<1517> 庭 の 雑 草
雑草を 抜きつつ庭に 跼る 二律背反 考へながら
春めいて草木が芽を出し勢いづいて来ると、庭の雑草も生え出して来ていつの間にか地面に青味を添えて来るのが見られる。どういう具合になっているのか、雑草というのは取っても 取ってもその後から次々に生え出して来る。で、春先の庭では一つの諦観、否、覚悟が求められることになる。それはこの時期、花々もさることながら雑草との戦いが幕を開けるからである。
春先の雑草は根を深くまで張らず、取りやすいところがある。この取りやすい間にと思い、範囲を決めて庭の一角に跼り雑草に向かったのであった。地に貼り着くように生え出しているのはカタバミだろう。ほかにもホトケノザやハハコグサ、カラスノエンドウなど。庭を芝生にしていたころの名残りに違いない。シバなども見える。まだ、双葉の雑草もあり、茎と葉だけではどんな草か確認出来ないものも見られる。土の硬いところでは、抜き取るというよりも削り取るようにした。そうした方がはかどるから。
「雑草も山野のにぎわい」とは、私が常々思っている見解であるが、庭に侵入する雑草にも当てはめて言えるかどうか。これを質せば、すべてとは行かないという答えに至る。だが、雑草は綺麗さっぱりことごとく取り除かなくては済まないかと言えば、そうは言えず、昨年咲いた花から生まれて散り落ちた種子が勝手に生え出しているノースボールやムスカリなどは、花の観賞がしたく、適宜残すようにしている。所謂、選別で、選別は宜しくないと言えるが、庭の管理をする上にはほかに方法がない。選別は少々気の引けるところであるが、これは世の常のことで、生においては至るところ見られる仕儀であれば致し方ないと自分を納得させる次第である。
つまり、私の思い入れがそこには加わるわけで、言うならば、個人の家の庭というのはその家の住人の嗜好、或いは思想が現われるものと知れる。私はつい最近までほとんど庭に立たず、庭を仕切るのは専ら妻で、庭のほとんどすべては妻の差配、イニシアチブによって来たところがある。
殊に花壇では妻の意向が反映されているので、私の出番は土や肥料など重いものを運ぶときに手伝うくらいである。
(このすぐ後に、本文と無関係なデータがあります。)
import { count, eq } from 'drizzle-orm'
import { expandBlueprint } from '#shared/blueprint/expand'
import { toScanFrame } from '#shared/blueprint/frame'
import { checkAsBuilt } from '#shared/compare/check'
import { alignByLatticeVector } from '#shared/compare/register'
import { solveRoute } from '#shared/route/solve'
import { encodeFloat32Grid } from '#shared/scan/gridfile'
import { DEFAULT_LAB_SETTINGS } from '#shared/schemas/lab'
import type { Db } from './db'

// The demo scenario (fictional): the Fenwick Low-Temperature STM group, an Ag(111) crystal with
// cobalt adatoms at 5 K. Seeded once, on an empty database only.
export const DEMO_PASSWORD = 'tessera-demo'

export async function seedDemo(db: Db) {
  const [row] = await db.select({ n: count() }).from(schema.users)
  if ((row?.n ?? 0) > 0) return
  const hash = await hashPassword(DEMO_PASSWORD)
  const [owner] = await db.insert(schema.users).values({ email: 'demo@tessera.test', name: 'Ines Halvorsen', password_hash: hash }).returning()
  const [viewer] = await db.insert(schema.users).values({ email: 'viewer@tessera.test', name: 'Pavel Ruiz', password_hash: hash }).returning()
  const [member] = await db.insert(schema.users).values({ email: 'night-shift@tessera.test', name: 'Oda Mbeki', password_hash: hash }).returning()
  const [lab] = await db.insert(schema.labs).values({ name: 'Fenwick Low-T STM group' }).returning()
  await db.insert(schema.memberships).values([
    { lab_id: lab!.id, user_id: owner!.id, role: 'owner' },
    { lab_id: lab!.id, user_id: member!.id, role: 'member' },
    { lab_id: lab!.id, user_id: viewer!.id, role: 'viewer' },
  ])
  const [ag] = await db.insert(schema.samples).values([
    { lab_id: lab!.id, name: 'AG-07 cobalt corral crystal', surface: 'Ag(111)', adsorbate: 'Co', temperature_K: 5, notes: 'Sputter/anneal ×4, Co dosed at 8 K. Terrace widths 60–120 nm.', created_by: owner!.id },
    { lab_id: lab!.id, name: 'CU-12 chain tests', surface: 'Cu(111)', adsorbate: 'Fe', temperature_K: 4.3, notes: 'Fe from e-beam evaporator; low coverage.', created_by: member!.id },
  ]).returning()
  await seedDemoBuild(db, { labId: lab!.id, sampleId: ag!.id, userId: owner!.id })
  await audit(db, { labId: lab!.id, userId: owner!.id, action: 'demo.seed', target: `lab:${lab!.id}` })
  console.info('[tessera] demo lab seeded: demo@tessera.test / viewer@tessera.test, password tessera-demo')
}

// A build in progress on the Ag crystal: the night's starting scan with its marks and lattice
// fit, and a blueprint for a 24-atom ring, so every later step has something to work on.
async function seedDemoBuild(db: Db, ids: { labId: number, sampleId: number, userId: number }) {
  const { scan, marks, fit, size_nm } = demoTopograph()
  const [build] = await db.insert(schema.builds).values({ lab_id: ids.labId, sample_id: ids.sampleId, name: 'Ring of 24, R ≈ 3.5 nm', notes: 'First corral on AG-07; compare with the hard-wall levels.', created_by: ids.userId }).returning()
  const row = await storeDemoScan(db, { ...ids, buildId: build!.id, name: 'AG-07_night3_0001.tsg', purpose: 'plan', grid: scan, size_nm, takenAt: new Date(Date.now() - 26 * 3600_000), notes: 'Tip conditioned on bare Ag; Co adatoms imaged at −100 mV, 50 pA.' })
  await db.insert(schema.markSets).values({ scan_id: row.id, version: 1, source: 'detect', marks: marks.map(a => ({ ...a, score: 40 })), count: marks.length, created_by: ids.userId })
  await db.insert(schema.latticeFits).values({ scan_id: row.id, version: 1, surface: fit.surface, site: fit.site, source: 'fit', result: { ...fit }, residual_nm: fit.residual_nm, created_by: ids.userId })
  const [bp] = await db.insert(schema.blueprints).values({
    lab_id: ids.labId, sample_id: ids.sampleId, build_id: build!.id, scan_id: row.id, lineage: 0, version: 1, name: 'Ring 24', surface: 'Ag(111)', site: 'fcc',
    shapes: [{ type: 'ring', center: [0, 0], radius_nm: 3.5, n: 24 }], site_count: 24, created_by: ids.userId,
  }).returning()
  await db.update(schema.blueprints).set({ lineage: bp!.id }).where(eq(schema.blueprints.id, bp!.id))
  await seedDemoNight(db, { ...ids, buildId: build!.id, blueprintId: bp!.id, scanId: row.id, marks, fit, size_nm })
}

// Last night on the same build: the route solved, 24 moves logged (two atoms needed a second
// try, one tip change), the run closed, and the morning's as-built check with one site missed.
async function seedDemoNight(db: Db, o: { labId: number, sampleId: number, userId: number, buildId: number, blueprintId: number, scanId: number, marks: { x_nm: number, y_nm: number }[], fit: ReturnType<typeof demoTopograph>['fit'], size_nm: number }) {
  const expanded = expandBlueprint([{ type: 'ring', center: [0, 0], radius_nm: 3.5, n: 24 }], 'Ag(111)', 'fcc')
  const sites = toScanFrame(expanded.sites, o.fit) as [number, number][]
  const atoms = o.marks.map(m => [m.x_nm, m.y_nm] as [number, number])
  const lattice = { a1: o.fit.a1, a2: o.fit.a2, origin: o.fit.origin }
  const time = DEFAULT_LAB_SETTINGS
  const result = solveRoute({ atoms, sites, lattice, clearance_nm: 0.5 }, { time })
  const route = await saveRoute(db, { labId: o.labId, blueprintId: o.blueprintId, scanId: o.scanId, userId: o.userId, input: { atoms, sites, lattice, clearance_nm: 0.5, time }, result, meta: { source: 'plan' } })
  const started = new Date(Date.now() - 24 * 3600_000)
  const [run] = await db.insert(schema.buildRuns).values({
    lab_id: o.labId, build_id: o.buildId, route_id: route.id, current_route_id: route.id, state: 'closed',
    params: { bias_V: -0.005, setpoint_A: 5e-8, tip_speed_nm_s: 2 }, notes: 'Tip shaped on bare Ag before the run.',
    started_by: o.userId, started_at: started, closed_at: new Date(started.getTime() + 5 * 3600_000), closed_by: o.userId,
  }).returning()
  let seq = 0
  const entry = (move_index: number, outcome: typeof schema.OUTCOMES[number], note = '') => ({
    run_id: run!.id, seq: ++seq, route_id: route.id, move_index, outcome, note, idempotency_key: `demo-${seq}`,
    author_id: o.userId, created_at: new Date(started.getTime() + seq * 9 * 60_000), params: {},
  })
  const entries = result.moves.flatMap((_, k) => [
    ...(k === 6 || k === 15 ? [entry(k, 'stayed', 'atom did not follow; 10 % more current')] : []),
    ...(k === 11 ? [entry(k, 'tip-change', 'tip changed on approach; reshaped on bare Ag')] : []),
    entry(k, 'placed'),
  ])
  await db.insert(schema.logbookEntries).values(entries)
  // The morning's after-scan: every ring site filled but one, whose atom stopped a site short.
  const final = atoms.map(p => [...p] as [number, number])
  for (const m of result.moves) final[m.atom] = [...m.path.at(-1)!] as [number, number]
  const missed = result.moves[9]!.atom
  final[missed] = [final[missed]![0] + o.fit.a1[0], final[missed]![1] + o.fit.a1[1]]
  // As detected on the after-scan: each atom within a few pm of where it sits.
  const seen = final.map(([x, y], k) => [x + 0.006 * Math.sin(1.7 * k), y + 0.006 * Math.cos(2.3 * k)] as [number, number])
  const after = demoAfterScan(seen, o.size_nm)
  const afterScan = await storeDemoScan(db, { ...o, name: 'AG-07_night3_after.tsg', purpose: 'after', grid: after.scan, takenAt: new Date(started.getTime() + 5.5 * 3600_000), notes: 'After the ring: same tip, same setpoint.' })
  await db.insert(schema.markSets).values({ scan_id: afterScan.id, version: 1, source: 'detect', marks: after.atoms.map(a => ({ ...a, score: 40 })), count: after.atoms.length, created_by: o.userId })
  await db.insert(schema.latticeFits).values({ scan_id: afterScan.id, version: 1, surface: after.fit.surface, site: after.fit.site, source: 'fit', result: { ...after.fit }, residual_nm: after.fit.residual_nm, created_by: o.userId })
  // The after-scan's fit has its own origin: register the blueprint to where it was planned (no
  // drift between the two demo scans).
  const afterSites = alignByLatticeVector(toScanFrame(expanded.sites, after.fit) as [number, number][], sites, after.fit.a1, after.fit.a2).points
  const check = checkAsBuilt({ sites: afterSites, found: seen, tolerance_nm: 0.1 })
  await db.insert(schema.asBuiltChecks).values({
    lab_id: o.labId, blueprint_id: o.blueprintId, scan_id: afterScan.id, run_id: run!.id, tolerance_nm: 0.1,
    result: { ...check, sites: afterSites, found: seen } as unknown as Record<string, unknown>, fidelity: check.fidelity, rms_nm: check.rms_nm, created_by: o.userId,
  })
}

async function storeDemoScan(db: Db, o: { labId: number, sampleId: number, userId: number, buildId: number, name: string, purpose: 'plan' | 'after', grid: { width: number, height: number, data: Float32Array }, size_nm: number, takenAt: Date, notes: string }) {
  const base = `${o.labId}:${o.sampleId}:demo-${o.purpose}`
  const bytes = Buffer.from(encodeFloat32Grid(o.grid))
  await useStorage('scans').setItemRaw(`${base}:original`, bytes)
  await useStorage('scans').setItemRaw(`${base}:grid`, bytes)
  const [row] = await db.insert(schema.scans).values({
    lab_id: o.labId, sample_id: o.sampleId, build_id: o.buildId, purpose: o.purpose, filename: o.name, format: 'text-float32',
    storage_key: `${base}:original`, grid_key: `${base}:grid`, bytes: bytes.length, width_px: o.grid.width, height_px: o.grid.height,
    size_x_nm: o.size_nm, size_y_nm: o.size_nm, offset_x_nm: 120, offset_y_nm: -45, rotation_deg: 0, bias_V: -0.1, setpoint_A: 5e-11,
    taken_at: o.takenAt, notes: o.notes, created_by: o.userId,
  }).returning()
  return row!
}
言わば、我が家の庭の表情は妻の嗜好、或いは思想の現れであるというのがほぼ正しいと言える。最近よく話題に上る断捨離ではないが、不要なものを始末すると言い出した妻から「書棚の本を何とかして」と詰め寄られているのであるが、これに対し、私は「庭の隅に放置している植木鉢こそ処分したらどうか」と抵抗し、今、まさに綱引きの均衡状況にある。
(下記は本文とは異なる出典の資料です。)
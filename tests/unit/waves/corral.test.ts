import { describe, expect, it } from 'vitest'
import * as BESSEL from 'bessel'
import { corralLevels, corralLdos, corralMap, corralModes, corralSpectrum, lorentzian } from '../../../shared/waves/corral'
import { computeCorral } from '../../../shared/waves/compute-corral'
import { HBAR2_2ME_eVnm2, cleanDos2D_per_eVnm2 } from '../../../shared/waves/constants'
import { isInputError } from '../../../shared/errors'
import { gaussLegendre, integrate } from './quadrature'

// The published 48-atom ring on Cu(111): R = 7.13 nm (Crommie, Lutz, Eigler, Science 262, 218
// (1993)); E0 = −0.44 eV, m* = 0.38 (Crommie, Lutz, Eigler, Nature 363, 524 (1993), from memory).
const CU = { radius_nm: 7.13, E0_eV: -0.44, m_eff: 0.38 }

function inputError(fn: () => unknown): { field: string, message: string } {
  try {
    fn()
  }
  catch (e) {
    if (isInputError(e)) return { field: e.field, message: e.message }
    throw e
  }
  throw new Error('expected an InputError')
}

describe('hard-wall corral levels', () => {
  it('reproduces the worked Cu(111) levels (derived)', () => {
    // E01 = −0.4286, E11 = −0.4110, E21 = −0.3880, E02 = −0.3799 eV (4 decimals)
    const lv = corralLevels({ ...CU, count: 4 })
    expect(lv.map(l => [l.m, l.n])).toEqual([[0, 1], [1, 1], [2, 1], [0, 2]])
    const want = [-0.4286, -0.4110, -0.3880, -0.3799]
    lv.forEach((l, i) => expect(Math.abs(l.E_eV - want[i]!)).toBeLessThan(5e-5))
    expect(lv.map(l => l.degeneracy)).toEqual([1, 2, 2, 1])
    // k_F·R = 14.94 with k_F = √(−E0·m*/(ħ²/2m_e)) (derived)
    const kF = Math.sqrt((0.44 * 0.38) / 0.0380998)
    expect(Math.abs(kF * 7.13 - 14.94)).toBeLessThan(0.005)
  })

  it('uses E = E0 + (ħ²/2m*)(j/R)² with j from A&S Table 9.5', () => {
    const lv = corralLevels({ ...CU, count: 1 })[0]!
    // j_{0,1} = 2.4048255577 (A&S Table 9.5); recomputed by hand from the formula
    expect(lv.E_eV).toBeCloseTo(-0.44 + (HBAR2_2ME_eVnm2 / 0.38) * (2.4048255577 / 7.13) ** 2, 10)
  })

  it('counts 28 distinct levels holding 51 orbitals below E_F for k_F·R in (14.93, 15.6)', () => {
    // Counting check (derived; 102 electrons with spin)
    for (const kR of [14.935, 15.0, 15.3, 15.58]) {
      const maxE = CU.E0_eV + (HBAR2_2ME_eVnm2 / CU.m_eff) * (kR / CU.radius_nm) ** 2
      const lv = corralLevels({ ...CU, maxE_eV: maxE })
      expect(lv.length).toBe(28)
      expect(lv.reduce((s, l) => s + l.degeneracy, 0)).toBe(51)
    }
    // just below j_{0,5} = 14.9309177085 (A&S Table 9.5) the (0,5) level drops out: 27 levels, 50 orbitals
    const maxE = CU.E0_eV + (HBAR2_2ME_eVnm2 / CU.m_eff) * (14.93 / CU.radius_nm) ** 2
    const lv = corralLevels({ ...CU, maxE_eV: maxE })
    expect([lv.length, lv.reduce((s, l) => s + l.degeneracy, 0)]).toEqual([27, 50])
  })

  it('returns levels sorted by energy, and the lowest `count` agree with an energy cut', () => {
    const a = corralLevels({ ...CU, count: 60 })
    for (let i = 1; i < a.length; i++) expect(a[i]!.E_eV).toBeGreaterThan(a[i - 1]!.E_eV)
    const b = corralLevels({ ...CU, maxE_eV: a[59]!.E_eV + 1e-12 })
    expect(b.slice(0, 60)).toEqual(a)
  })
})

describe('hard-wall eigenfunctions and LDOS', () => {
  const R = CU.radius_nm
  const modes = corralModes(corralLevels({ ...CU, count: 14 }), R)

  it('are orthonormal on the disk (Gauss–Legendre in r × trapezoid in θ)', () => {
    // orbitals ψ_{m,n,±} = √(weight/deg)·J_m(j r/R)·e^{±imθ}; J from the npm `bessel` package
    // so that the quadrature does not reuse the code under test
    const orbitals = modes.flatMap(md => (md.m === 0 ? [0] : [md.m, -md.m]).map(s => ({ md, s })))
    const { x, w } = gaussLegendre(80)
    const nTheta = 64 // exact for e^{iqθ} with |q| < 64
    for (const a of orbitals) {
      for (const b of orbitals) {
        let re = 0
        let im = 0
        for (let i = 0; i < x.length; i++) {
          const r = ((x[i]! + 1) * R) / 2
          const ja = BESSEL.besselj((a.md.j * r) / R, a.md.m)
          const jb = BESSEL.besselj((b.md.j * r) / R, b.md.m)
          const amp = Math.sqrt((a.md.weight_per_nm2 / a.md.degeneracy) * (b.md.weight_per_nm2 / b.md.degeneracy)) * ja * jb * r * w[i]! * (R / 2)
          for (let t = 0; t < nTheta; t++) {
            const th = (2 * Math.PI * t) / nTheta
            re += amp * Math.cos((b.s - a.s) * th) * ((2 * Math.PI) / nTheta)
            im += amp * Math.sin((b.s - a.s) * th) * ((2 * Math.PI) / nTheta)
          }
        }
        const same = a.md === b.md && a.s === b.s
        // tolerance set by the `bessel` package's ≈ 1e-8 accuracy
        expect(Math.abs(re - (same ? 1 : 0))).toBeLessThan(1e-6)
        expect(Math.abs(im)).toBeLessThan(1e-6)
      }
    }
  })

  it('obeys the sum rule ∫_disk ρ(r, E) dA = Σ_l deg_l·L_Γ(E − E_l)', () => {
    // By orthonormality, integrating the LDOS over the disk leaves the Lorentzians of the summed
    // levels. At E = E_l that is deg_l/(πΓ) (the level's own peak, L_Γ(0) = 1/(πΓ)) plus the tails
    // of all other summed levels. The right side is computed from the level list alone.
    const gamma = 0.004
    const set = corralModes(corralLevels({ ...CU, maxE_eV: 0.2 }), R)
    for (const target of [0, 1, 3, 7]) {
      const E = set[target]!.E_eV
      const lhs = integrate(r => 2 * Math.PI * r * corralLdos(set, R, r, E, gamma), 0, R, 60, 24)
      const own = set[target]!.degeneracy / (Math.PI * gamma)
      const tails = set.reduce((s, l, i) => (i === target ? s : s + l.degeneracy * lorentzian(E - l.E_eV, gamma)), 0)
      expect(Math.abs(lhs - (own + tails)) / (own + tails)).toBeLessThan(1e-10)
    }
  })

  it('maps agree with direct evaluation at the pixel centres and integrate to the sum rule', () => {
    const set = corralModes(corralLevels({ ...CU, maxE_eV: 0.5 }), R)
    const gamma = 0.01
    const E = -0.2
    const px = 200
    const map = corralMap(set, R, E, gamma, px, R)
    const h = (2 * R) / px
    let max = 0
    for (const v of map) max = Math.max(max, v)
    let worst = 0
    for (let r = 0; r < px; r += 3) {
      for (let c = 0; c < px; c += 3) {
        const direct = corralLdos(set, R, Math.hypot(-R + (c + 0.5) * h, -R + (r + 0.5) * h), E, gamma)
        worst = Math.max(worst, Math.abs(map[r * px + c]! - direct) / max)
      }
    }
    // radial Hermite interpolation: error below 1e-8 of the map maximum (measured 3e-10 here)
    expect(worst).toBeLessThan(1e-8)
    // pixel sum × pixel area ≈ ∫ρ dA (midpoint rule; the LDOS has a kink at the wall)
    const total = map.reduce((s, v) => s + v, 0) * h * h
    const rule = set.reduce((s, l) => s + l.degeneracy * lorentzian(E - l.E_eV, gamma), 0)
    expect(Math.abs(total - rule) / rule).toBeLessThan(2e-3)
  })

  it('has the Lorentzian line shape at the centre near an isolated m = 0 level', () => {
    // only m = 0 states are non-zero at r = 0 (J_m(0) = 0 for m ≥ 1), so with tiny Γ the centre
    // spectrum at E01 is 1/(πR²J1(j01)²)·L(0) plus far tails
    const set = corralModes(corralLevels({ ...CU, maxE_eV: 0 }), R)
    const g = 1e-4
    const s = corralSpectrum(set, R, 0, [set[0]!.E_eV], g)[0]!
    const j01 = 2.4048255577
    const peak = 1 / (Math.PI * R * R * BESSEL.besselj(j01, 1) ** 2) / (Math.PI * g)
    expect(Math.abs(s - peak) / peak).toBeLessThan(1e-3)
  })
})

describe('computeCorral (API contract)', () => {
  const base = { shape: 'circle', ...CU }

  it('returns levels only, when neither broadening nor a map is asked for', () => {
    const out = computeCorral({ ...base, levels: 5 })
    expect(out.levels).toHaveLength(5)
    expect(out.spectrum).toBeUndefined()
    expect(out.map).toBeUndefined()
    expect(out.levels[0]).toMatchObject({ m: 0, n: 1, degeneracy: 1 })
  })

  it('returns a spectrum at the point (default centre) when broadening_eV is given', () => {
    const a = computeCorral({ ...base, broadening_eV: 0.01, spectrum_points: 51 })
    const b = computeCorral({ ...base, broadening_eV: 0.01, spectrum_points: 51, point: [0, 0] })
    expect(a.spectrum!.E_eV).toHaveLength(51)
    expect(a.spectrum!.E_eV[0]).toBeCloseTo(-0.54, 12)
    expect(a.spectrum!.E_eV[50]).toBeCloseTo(0.16, 12)
    expect(a.spectrum!.ldos).toEqual(b.spectrum!.ldos)
    // ldos is in units of ρ∞ = m*/(2πħ²)
    const abs = corralSpectrum(corralModes(corralLevels({ ...CU, maxE_eV: 0.16 + 1 }), 7.13), 7.13, 0, [a.spectrum!.E_eV[20]!], 0.01)[0]!
    expect(a.spectrum!.ldos[20]! * cleanDos2D_per_eVnm2(0.38)).toBeCloseTo(abs, 8)
  })

  it('returns a px × px map over [−R, R]² at bias_V', () => {
    const out = computeCorral({ ...base, broadening_eV: 0.01, bias_V: 0, map_px: 32 })
    expect(out.map!.px).toBe(32)
    expect(out.map!.ldos).toHaveLength(32 * 32)
    expect(out.map!.extent_nm).toEqual([-7.13, 7.13, -7.13, 7.13])
    // corner pixels lie outside the wall
    expect(out.map!.ldos[0]).toBe(0)
    // radial symmetry: the four pixels around the centre are equal
    const c = out.map!.ldos
    expect(c[15 * 32 + 15]).toBeCloseTo(c[16 * 32 + 16]!, 12)
    expect(c[15 * 32 + 16]).toBeCloseTo(c[16 * 32 + 15]!, 12)
  })

  it('shrinks the wall by inset_nm', () => {
    const out = computeCorral({ ...base, inset_nm: 0.13, levels: 1 })
    expect(out.radius_eff_nm).toBeCloseTo(7.0, 12)
    expect(out.levels[0]!.E_eV).toBeCloseTo(-0.44 + (HBAR2_2ME_eVnm2 / 0.38) * (2.4048255577 / 7.0) ** 2, 9)
  })

  it('warns (not fails) for a bias outside the preset range, and for a map without broadening', () => {
    const out = computeCorral({ ...base, bias_V: 2, map_px: 8, preset: 'Cu(111)-tunnelling' })
    expect(out.warnings.some(w => w.includes('outside'))).toBe(true)
    expect(out.warnings.some(w => w.includes('no broadening_eV'))).toBe(true)
    expect(out.map).toBeDefined()
  })

  it('rejects bad input with an InputError naming the field', () => {
    expect(inputError(() => computeCorral({ ...base, radius_nm: 0 })).field).toBe('radius_nm')
    expect(inputError(() => computeCorral({ ...base, radius_nm: -3 })).field).toBe('radius_nm')
    expect(inputError(() => computeCorral({ ...base, m_eff: 0 })).field).toBe('m_eff')
    expect(inputError(() => computeCorral({ ...base, broadening_eV: 0 })).field).toBe('broadening_eV')
    expect(inputError(() => computeCorral({ ...base, bias_V: 0, map_px: 513 })).field).toBe('map_px')
    expect(inputError(() => computeCorral({ ...base, levels: 501 })).field).toBe('levels')
    expect(inputError(() => computeCorral({ ...base, inset_nm: 7.13 })).field).toBe('inset_nm')
    expect(inputError(() => computeCorral({ ...base, shape: 'square' })).field).toBe('shape')
    expect(inputError(() => computeCorral({ ...base, point: [0, Number.NaN], broadening_eV: 0.1 })).field).toBe('point')
    expect(inputError(() => computeCorral({ ...base, spectrum_range_eV: [0.2, 0.1], broadening_eV: 0.1 })).field).toBe('spectrum_range_eV')
  })
})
それにしても、春先の雑草というのは、夏の旺盛なのに比べると可愛いものである。しかし、芽と同じく、カレル・チャペックが『園芸家12カ月』で言っているように、「生まれたものの弱々しさと、生きようとする意志の不敵なひらめき」が見られ、抜きにかかる私の指に、その弱々しさをもって抵抗するがごとくに感じられるところがある。
こうして、一応予定して取りかかった庭の一角の雑草取りは二時間ほどで済ませたのであるが、雑草はポリバケツ一杯ほどになった(写真左)。なお、雑草とは、私たちにとって用なしの草ということで、ノースボールやムスカリは花を愛でる園芸植物であるが、花壇やポットから逸出しているものに関しては雑草扱いにしてもよいのではないか。という次第で、庭のそこここに見られるものについては雑草と見た。抜かず残したノースボールは日当たりのよいところでは成長が著しく、白い花を咲かせ始めているのが見られる(写真右)。